Module 24: Pathway & Network Analysis for Omics Data
Instructor: Alison Motsinger-Rief and Ali Shojaie
Module description: Networks represent the interactions among components of biological systems. In the context of high dimensional omics data, relevant networks include gene regulatory networks, protein-protein interaction networks, and metabolic networks. These networks provide a window into biological systems as well as complex diseases, and can be used to understand how biological functions are implemented and how homeostasis is maintained. On the other hand, pathway-based analyses can be used to leverage biological knowledge available from literature, gene ontologies or previous experiments in order to identify the pathways associated with disease or an outcome of interest. In this module, various statistical learning methods for reconstruction and analysis of networks from omics data are discussed, as well as methods of pathway enrichment analysis. Particular attention will be paid to omics datasets with a large number of variables, e.g. genes, and a small number of samples, e.g. patients. The techniques discussed will be demonstrated in R. This course assumes a previous course in regression and familiarity with R or other command line programming languages. Users require a laptop and will use it in all sessions.

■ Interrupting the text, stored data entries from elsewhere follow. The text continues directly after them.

//! The sensitivity map: the tidal slope at large distance, and shards that
//! merge into exactly the unsharded map.

use std::path::PathBuf;
use std::process::Command;

use latens::dynamics::kepler::{Elements, state_from_elements};
use latens::dynamics::{ForceModel, InitialState};
use latens::ephemeris::Vsop87;
use latens::frames::icrf_from_ecliptic;
use latens::io::observations::SiteTable;
use latens::perturber::LinearKernel;
use latens::perturber::sensitivity::{SensitivitySettings, compute_cells, contour};
use latens::reference::{ReferenceSettings, fit_reference_orbit, observing_geometry};
use latens::simulate::{SurveyPlan, simulate_survey};
use latens::units::{GM_SUN_AU3_PER_DAY2, RAD_PER_DEG};

const T0: f64 = 8766.0;

/// The model, a tabulated ephemeris over 2013-2035 and the tracked body's
/// ecliptic state (44 au, e = 0.1, i = 12 deg) shared by the tests below.
fn scenario() -> (ForceModel, latens::ephemeris::Tabulated, (latens::vec3::Vec3, latens::vec3::Vec3)) {
    let model = ForceModel::outer_planets_with_inner_folded();
    let mut bodies = latens::astrometry::observer_ephemeris_bodies();
    bodies.extend(model.ephemeris_bodies());
    bodies.sort();
    bodies.dedup();
    let eph = model.tabulate(&Vsop87::new(), &bodies, (T0 - 11.0 * 365.25, T0 + 11.0 * 365.25)).unwrap();
    let el = Elements::from_semi_major_axis(44.0, 0.1, 12.0 * RAD_PER_DEG, 1.4, 2.6, 0.35).unwrap();
    (model, eph, state_from_elements(GM_SUN_AU3_PER_DAY2, &el).unwrap())
}

/// The kernel of the tracked body observed `n` times every `step_days`
/// over ten years before T0 (0.05" noise, seeded), fitted without a perturber.
fn unperturbed_kernel(n: usize, step_days: f64, seed: u64) -> LinearKernel {
    let (model, eph, (r, v)) = scenario();
    let init = InitialState {
        t0_tdb_days: T0,
        tracked_position_au: icrf_from_ecliptic(r),
        tracked_velocity_au_per_day: icrf_from_ecliptic(v),
        perturbers: vec![],
    };
    let sites = SiteTable::new();
    let plan = SurveyPlan {
        times_tdb_days: (0..n).map(|k| T0 - 3652.5 + step_days * k as f64).collect(),
        site: "geocenter".into(),
        sigma_arcsec: 0.05,
        add_noise: true,
        min_elongation_deg: 90.0,
        seed,
    };
    let obs = simulate_survey(&plan, &init, &model, &eph, &sites).unwrap();
    let settings = ReferenceSettings { epoch_tdb_days: Some(T0), ..Default::default() };
    let fit = fit_reference_orbit(&obs, &sites, &model, &eph, &settings, None).unwrap();
    let geometry = observing_geometry(&obs, &sites, &eph).unwrap();
    LinearKernel::build(&fit, &obs, geometry, &model, &eph).unwrap()
}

Module 25: Molecular Phylogenetics
Instructors: Mary Kuhner and Michael Miyamoto
Module description: Assumes the material in Modules 1 and 8. Overview of methods for analysis of interspecific DNA and protein sequence data. Coverage will include parsimony, maximum likelihood, distance-based, and Bayesian methods for phylogenetic estimation. Probabilistic models for sequence change will be emphasized. Related topics that will be presented are the comparative method, divergence time estimation, phylogenetic hypothesis testing, and detection of positive selection. Statistical methodology will be a focus and some related computational algorithms will be outlined. Brief introductions will be made to software packages such as PAUP*, Beast, PHYLIP, and MrBayes. Assumes the material in Module 1, Probability and Statistical Inference, and Module 9, Population Genetic Data Analysis. Background readings: Felsenstein, J. (2004) “Inferring Phylogenies.” Sinauer Associates, or Yang, Z. (2006) “Computational Molecular Evolution (Oxford Series in Ecology and Evolution).” Oxford University Press.